Эта атмосфера — не результат сознательного искусства или актерства в профессиональном смысле. Было бы даже правдой сказать, что Гарри Лаудер вообще не актер. Сравните его с другой великой фигурой мюзик-холла этого поколения, Альбертом Шевалье, и вы поймете, что я имею в виду. Шевалье никогда не бывает самим собой, а всегда кем-то другим, и этот кто-то другой поразительно реален — несравненный костер, серио-комический опустившийся актер, простой старик, воспевающий достоинства своей «старой голландки». Обладая огромными способностями к наблюдению и подражанию, он дает вам тонкое исследование типа. Он настолько художник, что его собственная личность никогда не приходит вам на ум. Если бы Шевалье вышел как Шевалье, вы бы его не узнали.

Но Гарри Лаудер — самая личная вещь на сцене. Вы не хотите, чтобы он подражал кому-то другому: вы хотите, чтобы он был просто самим собой. Не так важно, что он делает, и не так важно, как часто вы видели, как он это делает. На самом деле, чем чаще вы видели, как он это делает, тем больше вам это нравится. Его шутки могут быть старыми, но они никогда не бывают избитыми. Они созревают и становятся мягче со временем; они как старые друзья и старый портвейн, которые становятся лучше с возрастом. Его песни могут быть простыми и потертыми. Вам все равно. Вы просто хотите, чтобы он продолжал петь их, петь о колокольчиках в лощинах и о милой девушке, и о вереске, о прекрасном пурпурном вереске, и останавливался, чтобы объяснить вам бережливые условия, на которых он купил «кольцо». Вы хотите видеть, как он ходит, вы хотите видеть, как он прыгает — о, несравненная забавность этого скромного маленького шажка! — вы хотите слышать, как он говорит, вы хотите слышать, как он смеется. Короче говоря, вы просто хотите, чтобы он был там, делал все, что ему нравится, и делал вас счастливыми, идиллическими, по-детски наивными и забывающими обо всем бремени и тайне этого необъяснимого мира.
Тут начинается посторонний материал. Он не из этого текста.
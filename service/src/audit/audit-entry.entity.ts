import { Column, Entity, Index, PrimaryGeneratedColumn } from 'typeorm';

/**
 * One line of the record: who did what to what, and why. Names people and things by value, so that it can be read
 * without any other table. Triggers refuse to alter or delete it, and each entry carries the hash of the one before.
 */
@Entity()
@Index(['subjectType', 'subjectId'])
@Index(['siteId'])
export class AuditEntry {
  @PrimaryGeneratedColumn()
  id: number;

  @Column({ type: 'datetime' })
  at: Date;

  /** null when the service itself acted */
  @Column({ type: 'integer', nullable: true })
  userId: number | null;

  /** The person's name at the time, or "Polewright". */
  @Column()
  actor: string;

  /** Such as "proposal.approve". */
  @Column()
  action: string;

  /** Such as "axis" or "person". */
  @Column()
  subjectType: string;

  /** A number or a name, as text. */
  @Column()
  subjectId: string;

  @Column({ type: 'integer', nullable: true })
  siteId: number | null;

  @Column({ type: 'text', nullable: true })
  note: string | null;

  @Column({ type: 'simple-json', nullable: true })
  before: unknown;

  @Column({ type: 'simple-json', nullable: true })
  after: unknown;

  /** Unique, so that the chain cannot fork. */
  @Column({ unique: true })
  previousHash: string;

  @Column({ unique: true })
  hash: string;
}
У него есть искусство, конечно — великое искусство; мелодичный голос; редкий дар постановки голоса, каждое слово звучит полно и верно, с тонким чувством ценности; проницательное понимание пределов своего средства выражения; лукавый, сухой юмор, который делает его простую деревенскую манеру проводником добродушной сатиры. И его фигура, и его лицо дополняют его арсенал. Его походка бесценна. Его ноги — о, кто опишет эти ноги, эти тонкие ноги, такие короткие и все же такие выразительные? Облаченный в свой килт и тартан, он гротескен и все же не гротескен, а причудлив, забавен, странная смесь достоинства и шутовства. Ваш первый порыв — посмеяться над ним, ваш следующий и постоянный порыв — посмеяться вместе с ним. Вы не можете не смеяться вместе с ним, если в вас есть хоть капля смеха, ибо его смех неотразим. Он такой дружелюбный и общительный, такой полный интимности, такой открытый и солнечный.

Он выходит к рампе и говорит, выворачивает карманы и рассказывает вам историю их содержимого, или сплетничает о нравах моряков, и вы собираетесь вокруг, как дети на ярмарке. Ощущение театра исчезло. Вы слушаете не актера, а старого друга, который становится все ближе и ближе к вам, пока не кажется, что он взял вас за пуговицу и рассказывает свои забавные истории лично вам, посмеиваясь вам прямо в ухо. Нет ничего сравнимого с этой близостью между человеком и его аудиторией. Это триумф личности, настолько экспансивной, настолько богатой человечностью, настолько близкой к общему сердцу, что она кажется естественным элементом, своего рода духом счастья, воплощенным и в то же время всепроникающим.

Но, возможно, вы, сэр, не попали под его чары. Если так, не будьте насмешливы к нам, кто попал. Пожалейте себя. Поверьте мне, вы упустили одно из самых радостных впечатлений довольно серого мира.

О ИСЧЕЗНУВШЕМ САДЕ

На днях я прогуливался с другом по Спэниардс-роуд, беседуя на неисчерпаемую тему этих дней, когда он спросил: «Что самое значительное произошло с этой страной в результате войны?»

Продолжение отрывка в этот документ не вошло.